I usually set my alarm for about 6:30 and do my emails first thing. I see what's going on in the world and get up around 7.
What do you typically wear to work? I try and keep it quite casual with shirt and jeans. You can look smart and still be casual which I prefer!
What do you do on your commute?
I come on the tube from Brixton. I'll either read a book or go through my emails – I'm working on inbox zero with moderate success
Where do you work? Co-working space? We work at Huckletree which we love– it's full of interesting people! It's over two floors and it's just a fun, social environment with lots of things going on. There's a Slack community so we can send out a message if we want to do any customer testing or anything like that. We also work with freelancers wherever we possibly can so it's good to be surrounded by them.
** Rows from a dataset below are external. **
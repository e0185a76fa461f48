package synth

import (
	"math"

	"gonum.org/v1/gonum/mat"

	"offplane/synth/camera"
	"offplane/synth/filter"
	"offplane/synth/obs"
)

// A Budget says what the light of a scenario gives the camera.
type Budget struct {
	Rows   []BudgetRow
	Pixels int    // of the field of view
	Frames [2]int // of each line
	Bytes  int64  // of all frames as they go to the file
}

// A BudgetRow is one line of sight through a corona without waves.
type BudgetRow struct {
	Height  float64 // projected [solar radii]
	PA      float64 // position angle [deg]
	Open    float64 // share of the aperture past occulter and field stop
	Samples int     // along the line of sight
	Lines   [2]LineBudget
}

// A LineBudget is the light of one line in one pixel, per tuning in order of wavelength.
// The light is that at the pixel's centre: neither spread nor scattered.
type LineBudget struct {
	Peak      float64   // of the profile before the filter [millionths of the disc-centre continuum]
	Radiance  []float64 // through the filter [erg cm^-2 s^-1 sr^-1]
	Electrons []float64 // of the line, in one exposure
	Continuum float64   // electrons of the background in one exposure
	SNR       []float64 // of one exposure with its background subtracted
	Noise     float64   // rms of the Doppler velocity of one frame [km/s]
	InBand    float64   // rms of it in the inversion's band [km/s]
	Saturated bool
}

// Budget computes the budget at projected heights [solar radii], at the position angle
// of the field that is nearest to the west limb's, else the east limb's, else in its
// middle. The Doppler noise is the first-order propagation through the logarithmic
// parabola of Tian et al. 2013, Sol. Phys. 288, 637, whether or not noise is on; in the
// band of amplitude response h remains sqrt(2 dt B) of it, B the integral of h^2.
func (c *Scene) Budget(radii []float64) (*Budget, error) {
	cam := c.camera()
	plan := camera.NewSchedule(c.s.Camera, Frames(c.s), c.s.Seed)
	b := &Budget{Pixels: len(Field(&c.Grid, c.s)), Frames: [2]int{len(plan.Lost[0]), len(plan.Lost[1])}}
	b.Bytes = 4 * int64(c.Grid.Nx) * int64(c.Grid.Ny) * int64(len(c.s.Camera.Tunings)) * int64(b.Frames[0]+b.Frames[1])
	from, to := float64(c.s.Image.From), float64(c.s.Image.To)
	pa := (from + to) / 2
	for _, limb := range []float64{90, 270} {
		if math.Mod(math.Mod(limb-from, 360)+360, 360) <= to-from {
			pa = limb
		}
	}
	sin, cos := math.Sincos(pa * math.Pi / 180)
	var ray []sample
	for _, r := range radii {
		var err error
		if ray, err = c.ray(-r*sin, r*cos, ray); err != nil {
			return nil, err
		}
		row := BudgetRow{Height: r, PA: pa, Samples: len(ray), Open: cam.Open(r, obs.Arcsec*c.Grid.Distance)}
		for l := range 2 {
			row.Lines[l] = c.lineBudget(cam, ray, l, cam.Spot(l, 0, 0, r, obs.Arcsec*c.Grid.Distance))
		}
		b.Rows = append(b.Rows, row)
	}
	return b, nil
}

func (c *Scene) lineBudget(cam *camera.Camera, ray []sample, l int, spot camera.Spot) LineBudget {
	x := c.tunings[l]
	b := LineBudget{Radiance: make([]float64, len(x))}
	pass := c.passing(l)
	toAngstrom := c.light.Rest[l] * 10 / lightSpeed
	for i := range ray {
		s := &ray[i]
		energy := s.j[l] * s.dx
		width := c.broadened(s)
		b.Peak += energy / (math.Sqrt(math.Pi) * width * toAngstrom) / c.light.Disc[l] * 1e6
		for k, d := range x {
			b.Radiance[k] += energy * pass(d-s.flow, width)
		}
	}
	e := cam.Electrons[l] * spot.Open
	b.Continuum = e * spot.Background
	sigma := make([]float64, len(x))
	for k, i := range b.Radiance {
		b.Electrons = append(b.Electrons, e*i)
		sigma[k] = cam.SigmaAt(spot, i) / i
		b.SNR = append(b.SNR, 1/sigma[k])
		b.Saturated = b.Saturated || cam.Saturated(spot, i)
	}
	b.Noise = dopplerNoise(x, b.Radiance, sigma)
	f := c.s.Inversion.Filter
	band := f.Width.Hz() * math.Sqrt(math.Pi/2)
	if f.Means == "sigma" {
		band = f.Width.Hz() * math.Sqrt(math.Pi)
	}
	b.InBand = b.Noise * math.Sqrt(2*float64(c.s.Camera.Cadence)*band)
	return b
}

// broadened returns the 1/e half-width of a sample's line [km/s] in the mean over many
// periods of its waves: w^2 = w0^2 + 2 <v^2>.
func (c *Scene) broadened(s *sample) float64 {
	v2 := 0.0
	for _, t := range c.trains(&s.point, nil) {
		v2 += t.factor * t.factor * c.Driver.BandVariance(t.tau, func(float64) float64 { return 1 })
	}
	return math.Sqrt(s.width*s.width + 2*v2*(s.los[0]*s.los[0]+s.los[1]*s.los[1]))
}

// passing returns the part of a resting line of unit energy and given width that passes
// the filter tuned to d [km/s].
func (c *Scene) passing(l int) func(d, w float64) float64 {
	fwhm := float64(c.s.Camera.Filter) * lightSpeed / c.light.Rest[l]
	if n := c.s.Camera.Stages; n > 0 {
		f := filter.NewBirefringent(n, fwhm)
		return func(d, w float64) float64 { return f.Line(d, 0, w) }
	}
	wf := filter.EFolding(fwhm)
	return func(d, w float64) float64 { return filter.Gaussian(d, 0, w, wf) }
}

// dopplerNoise returns the rms error of the centre of the parabola a + b x + c x^2
// through the logarithms of intensities with relative errors sigma, in the unit of x.
func dopplerNoise(x, intensity, sigma []float64) float64 {
	n := len(x)
	v := mat.NewDense(n, 3, nil)
	for i, x := range x {
		v.SetRow(i, []float64{1, x, x * x})
	}
	var normal, inverse, solve mat.Dense
	normal.Mul(v.T(), v)
	if err := inverse.Inverse(&normal); err != nil {
		return math.NaN()
	}
	solve.Mul(&inverse, v.T())
	var b, c float64
	for k, i := range intensity {
		b += solve.At(1, k) * math.Log(i)
		c += solve.At(2, k) * math.Log(i)
	}
	sum := 0.0
	for k, s := range sigma {
		d := -solve.At(1, k)/(2*c) + b*solve.At(2, k)/(2*c*c)
		sum += d * d * s * s
	}
	return math.Sqrt(sum)
}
What do you do in the morning at work
Often we have breakfast meetings so come in a bit after 9.
For lunch We tend to have lunch together. There's a nice collection of hot food places in the middle of Finsbury Square. There are tables out there so if it's warm we sit in the sun, otherwise it's a case of going to M&S.
In the afternoon
Work, work, work! I spend a lot of time out and about meeting investors and partners. A lot of my time during the day is meeting people and I spend time catching up in the evenings. I usually try and make it home for bath time for our daughter and after 7.30 I can get my laptop out. It's really easy to burn out and exhaust yourself so you need that time off. Flexibility increases my productivity. There are periods of time where you have to work a lot and that's fine, as long as you balance it with some time off.
How do you relax / have fun in the evening? We try and have some structured time off . I like to go kite surfing at least once a month or spend some time with my family. Once a week my wife and I like to go out for a meal on 'date night'. At the weekends, we go away to visit family or hang out with friends in London. We go over to Herne Hill where there are nice pubs to have a roast on a Sunday.
Some pearls of wisdom
What's your best piece of advice for someone starting out?
Talk to as many people as possible about what you're doing. Don't just sit in a room and start building something. And don't worry about people stealing your idea or competing – success mostly down to execution.
One of the things that we've got right is talking to as many customers as possible. When we started we set ourselves a target to talk to at least 150. It can be hard to find them but you can generally reach the first few through your network. And if you start generating interest outside of your network you're probably on to something.I'd also suggest reading up on customer interview techniques so you're not asking leading questions that create confirmation bias. You don't want to ask questions that justify your assumptions; you need to find out what problems people have.Often this process leads to a change in your business. We started out focussing on SMEs but after 150 conversations with a range of small businesses and one-man-bands we realised that freelancers are the group we wanted to help because they are so underserved.
What lessons have you learned from your business journey so far? We've learned to get the right people around us who plug the gaps in our skills. You need to understand where your weaknesses are and find advisors or hire the right people in those areas. We met all of our advisors through networking. Getting the right people around you to tell you what you're doing wrong is the best thing that you can do in business!
What are your pain points with business insurance and what caused you to switch providers/choose Digital Risks?
Business insurance isn't very exciting. Last time we bought a policy, we went for quite a traditional option and they tried their best, but the whole experience with Digital Risks is a lot more exciting – the website, the messaging and your whole process is a lot simpler and cleaner.We felt like you guys have a clear understanding of our business and our needs. There was a level of care that attracted us as well.